#### TASK BRIEF:
What appears from the first line of the records below through the line containing "if STOP.swap(true, Ordering::SeqCst)" must be reproduced verbatim.

#### INFORMATION:
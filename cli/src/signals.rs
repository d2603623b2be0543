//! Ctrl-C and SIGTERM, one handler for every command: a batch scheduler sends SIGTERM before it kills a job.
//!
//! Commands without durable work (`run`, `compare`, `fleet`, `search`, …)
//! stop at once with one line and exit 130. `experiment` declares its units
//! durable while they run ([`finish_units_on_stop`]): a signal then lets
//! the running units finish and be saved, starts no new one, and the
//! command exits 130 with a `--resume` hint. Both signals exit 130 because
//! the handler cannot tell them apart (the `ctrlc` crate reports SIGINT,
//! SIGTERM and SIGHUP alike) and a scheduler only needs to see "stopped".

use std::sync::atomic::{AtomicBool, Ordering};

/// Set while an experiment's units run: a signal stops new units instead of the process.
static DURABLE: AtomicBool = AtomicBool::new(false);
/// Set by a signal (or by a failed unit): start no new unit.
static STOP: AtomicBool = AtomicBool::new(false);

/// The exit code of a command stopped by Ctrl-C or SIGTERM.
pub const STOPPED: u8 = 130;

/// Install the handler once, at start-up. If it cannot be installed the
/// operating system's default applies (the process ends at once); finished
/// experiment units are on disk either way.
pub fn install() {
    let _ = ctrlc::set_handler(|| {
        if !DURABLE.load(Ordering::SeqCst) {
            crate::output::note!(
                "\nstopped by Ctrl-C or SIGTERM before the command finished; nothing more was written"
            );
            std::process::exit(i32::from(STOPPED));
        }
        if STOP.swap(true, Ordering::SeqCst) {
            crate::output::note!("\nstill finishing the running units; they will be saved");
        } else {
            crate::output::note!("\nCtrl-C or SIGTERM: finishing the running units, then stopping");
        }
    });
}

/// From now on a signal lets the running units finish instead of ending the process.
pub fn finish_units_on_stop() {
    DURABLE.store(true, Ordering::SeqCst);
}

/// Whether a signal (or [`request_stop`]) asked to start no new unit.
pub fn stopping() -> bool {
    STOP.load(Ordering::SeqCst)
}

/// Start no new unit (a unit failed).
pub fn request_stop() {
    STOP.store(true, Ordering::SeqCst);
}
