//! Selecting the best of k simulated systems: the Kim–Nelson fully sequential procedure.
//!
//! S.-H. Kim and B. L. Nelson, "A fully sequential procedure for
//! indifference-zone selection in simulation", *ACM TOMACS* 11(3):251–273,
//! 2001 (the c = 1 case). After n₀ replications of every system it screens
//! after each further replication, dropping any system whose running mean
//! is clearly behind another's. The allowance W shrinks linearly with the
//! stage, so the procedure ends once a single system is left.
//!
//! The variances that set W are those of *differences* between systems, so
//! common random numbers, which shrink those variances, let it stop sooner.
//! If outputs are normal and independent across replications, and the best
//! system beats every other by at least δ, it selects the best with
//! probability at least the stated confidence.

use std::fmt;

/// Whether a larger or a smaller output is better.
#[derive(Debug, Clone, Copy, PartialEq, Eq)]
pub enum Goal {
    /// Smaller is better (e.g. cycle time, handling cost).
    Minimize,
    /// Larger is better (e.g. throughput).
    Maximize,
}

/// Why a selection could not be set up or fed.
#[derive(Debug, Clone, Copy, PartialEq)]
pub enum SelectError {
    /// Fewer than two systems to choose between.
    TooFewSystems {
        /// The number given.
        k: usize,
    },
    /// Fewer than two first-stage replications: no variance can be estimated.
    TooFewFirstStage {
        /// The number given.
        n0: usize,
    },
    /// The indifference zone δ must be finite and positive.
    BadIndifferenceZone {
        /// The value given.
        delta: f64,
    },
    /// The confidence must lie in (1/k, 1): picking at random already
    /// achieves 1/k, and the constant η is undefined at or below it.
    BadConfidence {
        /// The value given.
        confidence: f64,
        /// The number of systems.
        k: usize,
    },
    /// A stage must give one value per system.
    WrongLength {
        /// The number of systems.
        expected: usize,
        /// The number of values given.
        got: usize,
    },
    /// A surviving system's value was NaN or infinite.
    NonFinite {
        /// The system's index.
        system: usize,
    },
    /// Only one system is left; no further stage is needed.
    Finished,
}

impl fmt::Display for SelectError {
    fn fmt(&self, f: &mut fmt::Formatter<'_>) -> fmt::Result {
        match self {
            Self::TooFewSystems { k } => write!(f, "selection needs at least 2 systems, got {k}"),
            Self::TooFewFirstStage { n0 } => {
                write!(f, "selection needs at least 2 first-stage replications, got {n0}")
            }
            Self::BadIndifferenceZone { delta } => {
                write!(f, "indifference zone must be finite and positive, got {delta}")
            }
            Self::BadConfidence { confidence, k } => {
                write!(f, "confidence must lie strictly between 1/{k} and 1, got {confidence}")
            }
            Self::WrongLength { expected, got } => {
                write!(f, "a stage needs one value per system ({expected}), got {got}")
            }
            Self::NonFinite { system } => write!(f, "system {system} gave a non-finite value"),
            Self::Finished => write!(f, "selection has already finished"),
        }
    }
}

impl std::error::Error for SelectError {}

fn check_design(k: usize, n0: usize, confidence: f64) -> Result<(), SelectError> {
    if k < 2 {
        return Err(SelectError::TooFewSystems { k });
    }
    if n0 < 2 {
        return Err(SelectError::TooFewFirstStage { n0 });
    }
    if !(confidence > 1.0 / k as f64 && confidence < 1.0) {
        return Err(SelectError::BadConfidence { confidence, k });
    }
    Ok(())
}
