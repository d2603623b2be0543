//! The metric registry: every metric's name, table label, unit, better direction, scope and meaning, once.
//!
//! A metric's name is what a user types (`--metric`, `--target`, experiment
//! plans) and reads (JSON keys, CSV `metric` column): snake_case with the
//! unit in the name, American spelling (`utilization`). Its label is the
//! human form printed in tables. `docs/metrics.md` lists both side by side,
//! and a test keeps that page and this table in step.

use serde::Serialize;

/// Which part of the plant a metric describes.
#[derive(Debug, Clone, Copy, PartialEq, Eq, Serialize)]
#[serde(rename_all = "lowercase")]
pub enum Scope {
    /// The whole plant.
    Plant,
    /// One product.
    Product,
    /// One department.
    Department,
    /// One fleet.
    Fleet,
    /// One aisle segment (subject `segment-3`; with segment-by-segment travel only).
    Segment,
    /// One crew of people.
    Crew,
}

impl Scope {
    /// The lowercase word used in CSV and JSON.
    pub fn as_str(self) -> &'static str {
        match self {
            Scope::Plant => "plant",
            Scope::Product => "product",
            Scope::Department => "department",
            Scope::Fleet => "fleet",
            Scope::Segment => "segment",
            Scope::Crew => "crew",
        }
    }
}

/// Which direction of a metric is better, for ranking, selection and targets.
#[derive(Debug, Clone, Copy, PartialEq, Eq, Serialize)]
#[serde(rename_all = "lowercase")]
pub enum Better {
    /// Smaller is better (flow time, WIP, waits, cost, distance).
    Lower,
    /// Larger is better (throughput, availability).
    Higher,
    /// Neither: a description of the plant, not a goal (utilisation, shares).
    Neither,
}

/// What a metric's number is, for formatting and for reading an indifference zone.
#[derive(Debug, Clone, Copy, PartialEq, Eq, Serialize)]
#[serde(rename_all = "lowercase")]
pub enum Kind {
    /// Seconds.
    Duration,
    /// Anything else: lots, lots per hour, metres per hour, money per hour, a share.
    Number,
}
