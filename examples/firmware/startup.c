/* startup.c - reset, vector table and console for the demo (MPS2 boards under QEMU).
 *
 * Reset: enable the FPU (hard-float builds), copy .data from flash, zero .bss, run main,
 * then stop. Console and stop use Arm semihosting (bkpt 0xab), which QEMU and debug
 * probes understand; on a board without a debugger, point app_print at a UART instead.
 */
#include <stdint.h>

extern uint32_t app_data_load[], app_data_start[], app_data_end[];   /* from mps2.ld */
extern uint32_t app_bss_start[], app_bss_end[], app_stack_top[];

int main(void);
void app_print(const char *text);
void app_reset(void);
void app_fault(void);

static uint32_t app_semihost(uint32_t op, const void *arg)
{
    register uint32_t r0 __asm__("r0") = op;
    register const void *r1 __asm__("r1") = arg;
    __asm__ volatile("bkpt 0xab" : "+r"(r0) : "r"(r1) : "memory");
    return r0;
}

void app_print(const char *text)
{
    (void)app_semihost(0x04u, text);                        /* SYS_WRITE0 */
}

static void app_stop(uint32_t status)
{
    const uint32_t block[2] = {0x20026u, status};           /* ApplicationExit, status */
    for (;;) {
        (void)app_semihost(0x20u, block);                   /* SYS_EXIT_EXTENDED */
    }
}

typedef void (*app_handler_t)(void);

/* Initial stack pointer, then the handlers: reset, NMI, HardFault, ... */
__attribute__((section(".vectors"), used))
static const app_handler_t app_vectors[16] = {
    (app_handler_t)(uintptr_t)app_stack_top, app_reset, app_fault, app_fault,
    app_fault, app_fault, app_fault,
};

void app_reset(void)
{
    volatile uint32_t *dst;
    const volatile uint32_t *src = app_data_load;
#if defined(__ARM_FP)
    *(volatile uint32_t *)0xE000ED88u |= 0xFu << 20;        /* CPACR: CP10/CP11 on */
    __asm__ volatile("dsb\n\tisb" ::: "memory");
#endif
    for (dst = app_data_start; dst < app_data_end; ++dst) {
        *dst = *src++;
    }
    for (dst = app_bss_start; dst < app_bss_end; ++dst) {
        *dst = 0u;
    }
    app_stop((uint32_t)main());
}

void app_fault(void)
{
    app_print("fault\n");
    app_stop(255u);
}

#### OUTPUT OF THE EXERCISE:
filename cli/src/signals.rs
repository d2603623b2be0543
//! Ctrl-C and SIGTERM, one handler for every command: a batch scheduler sends SIGTERM before it kills a job.
//!
//! Commands without durable work (`run`, `compare`, `fleet`, `search`, …)
//! stop at once with one line and exit 130. `experiment` declares its units
//! durable while they run ([`finish_units_on_stop`]): a signal then lets
//! the running units finish and be saved, starts no new one, and the
//! command exits 130 with a `--resume` hint. Both signals exit 130 because
//! the handler cannot tell them apart (the `ctrlc` crate reports SIGINT,
//! SIGTERM and SIGHUP alike) and a scheduler only needs to see "stopped".

use std::sync::atomic::{AtomicBool, Ordering};

/// Set while an experiment's units run: a signal stops new units instead of the process.
static DURABLE: AtomicBool = AtomicBool::new(false);
/// Set by a signal (or by a failed unit): start no new unit.
static STOP: AtomicBool = AtomicBool::new(false);

/// The exit code of a command stopped by Ctrl-C or SIGTERM.
pub const STOPPED: u8 = 130;

/// Install the handler once, at start-up. If it cannot be installed the
/// operating system's default applies (the process ends at once); finished
/// experiment units are on disk either way.
pub fn install() {
    let _ = ctrlc::set_handler(|| {
        if !DURABLE.load(Ordering::SeqCst) {
            crate::output::note!(
                "\nstopped by Ctrl-C or SIGTERM before the command finished; nothing more was written"
            );
            std::process::exit(i32::from(STOPPED));
        }
        if STOP.swap(true, Ordering::SeqCst) {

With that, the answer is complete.